A lo largo de las centurias, la primitiva ermita mudéjar dio paso al actual santuario mariano, un faro de fe en Andalucía. La devoción creció con la fundación de las Hermandades Filiales, que desde distintas localidades de España y el mundo peregrinan anualmente a pie, a caballo o en carretas, cruzando los caminos de Doñana en un ejercicio penitencial que culmina cada lunes de Pentecostés con el célebre e impresionante "salto de la reja".
3. Iconografía y significado espiritual
La imagen de la Virgen del Rocío es una talla gótica del siglo XIII, vestida posteriormente a la moda de los Austrias como una gran reina e infanta celestial. Luce resplandecientes ráfagas de sol, una corona ricamente labrada y un cetro que proclama su realeza universal; en sus manos sostiene al Divino Pastor, el Niño Jesús, presentándolo al mundo como el único Camino, Verdad y Vida al que los cristianos deben seguir.
El significado espiritual de su vestidura y sus atributos evoca a la Mujer vestida de sol descrita en el Apocalipsis, que aplasta la cabeza del enemigo y cobija a sus hijos bajo su manto protector. El contraste entre la riqueza de su ajuar exterior y la profunda dulzura de su rostro invita a los fieles a comprender que la verdadera realeza de María radica en su humildad, su obediencia a la voluntad del Padre y su mediación maternal ante Jesucristo.
4. Devoción en Andalucía
La devoción a la Virgen del Rocío constituye una de las expresiones de piedad popular más ricas, vivas y multitudinarias de Andalucía y de la cristiandad entera. Lejos de ser un mero fenómeno folclórico, la Romería del Rocío es un testimonio de fe comunitaria, donde el canto, la convivencia fraterna y el silencio del camino se unen para manifestar la alegría del Evangelio y el amor entrañable a la Madre de Dios.

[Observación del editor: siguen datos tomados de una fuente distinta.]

import { Link as RouterLink, type Href } from 'expo-router';
import type { ReactNode } from 'react';
import { StyleSheet } from 'react-native';

import { color, font, space, target, type } from '../theme/tokens';

interface LinkProps {
  href: Href;
  children: ReactNode;
  /** Name for screen readers where the words alone don't say where it leads. */
  accessibleLabel?: string;
}

/** A place to go to, within text or on its own; 48 px high. */
export const Link = ({ href, children, accessibleLabel }: LinkProps) => (
  <RouterLink href={href} style={styles.link} {...(accessibleLabel ? { 'aria-label': accessibleLabel } : {})}>
    {children}
  </RouterLink>
);

interface LinkButtonProps {
  href: Href;
  label: string;
  /** primary is hi-vis: the one next action of the page. */
  kind?: 'primary' | 'plain';
  size?: 48 | 64;
  fill?: boolean;
  accessibleLabel?: string;
}

/** A place to go to, drawn as a button, where going there is the next thing to do. */
export const LinkButton = ({ href, label, kind = 'plain', size = 48, fill, accessibleLabel }: LinkButtonProps) => (
  <RouterLink
    href={href}
    {...(accessibleLabel ? { 'aria-label': accessibleLabel } : {})}
    style={[
      styles.button,
      size === 64 ? styles.large : styles.normal,
      kind === 'primary' ? styles.primary : styles.plain,
      fill ? styles.fill : styles.fit,
    ]}
  >
    {label}
  </RouterLink>
);

const styles = StyleSheet.create({
  link: {
    ...type.body,
    color: color.ink,
    textDecorationLine: 'underline',
    minHeight: target.normal,
    lineHeight: target.normal,
    alignSelf: 'flex-start',
  },
  button: { borderWidth: 2, borderRadius: 4, paddingHorizontal: 20, textAlign: 'center', textDecorationLine: 'none' },
  normal: { ...type.body, fontFamily: font.bodyBold, fontWeight: '700', paddingVertical: 10, minHeight: 48 },
  large: { ...type.heading, paddingVertical: 15, minHeight: 64 },
  primary: { backgroundColor: color.vis, borderColor: color.onVis, color: color.onVis },
  plain: { backgroundColor: color.raised, borderColor: color.ink, color: color.ink },
  fit: { alignSelf: 'flex-start', marginVertical: space.xs },
  fill: { alignSelf: 'stretch' },
});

Esta piedad andaluza arraigada en el corazón del pueblo se caracteriza por una profunda caridad y un sentido de fraternidad eclesial. Los simpecados de las distintas hermandades, llevados con honor, representan la fe de pueblos enteros que se congregan en torno al altar, donde los sacramentos de la Confesión y la Eucaristía se viven con especial intensidad durante los días de la romería, sanando almas y uniendo corazones.
5. Síntesis contemplativa
Contemplar a la Virgen del Rocío es adentrarse en el misterio del Cenáculo, donde Ella, como Madre de la Iglesia, intercede permanentemente por una nueva efusión del Espíritu Santo sobre la humanidad. Su mirada serena y sus manos dispuestas hacia el Divino Niño recuerdan que toda auténtica devoción mariana conduce necesariamente a Cristo, transformando el desierto del alma en una marisma fecunda de gracia, caridad y esperanza evangélica.
6. Sentido anagógico
El sentido anagógico de la peregrinación rociera nos desvela que el camino hacia la aldea de Almonte es figura e imagen de nuestro tránsito terrenal hacia la Jerusalén Celeste. Las fatigas del sendero, las arenas del camino y la alegría del encuentro definitivo con la Virgen prefiguran la meta de nuestra esperanza escatológica, donde ya no habrá llanto ni dolor, sino la contemplación eterna de la gloria de Dios en comunión con todos los santos.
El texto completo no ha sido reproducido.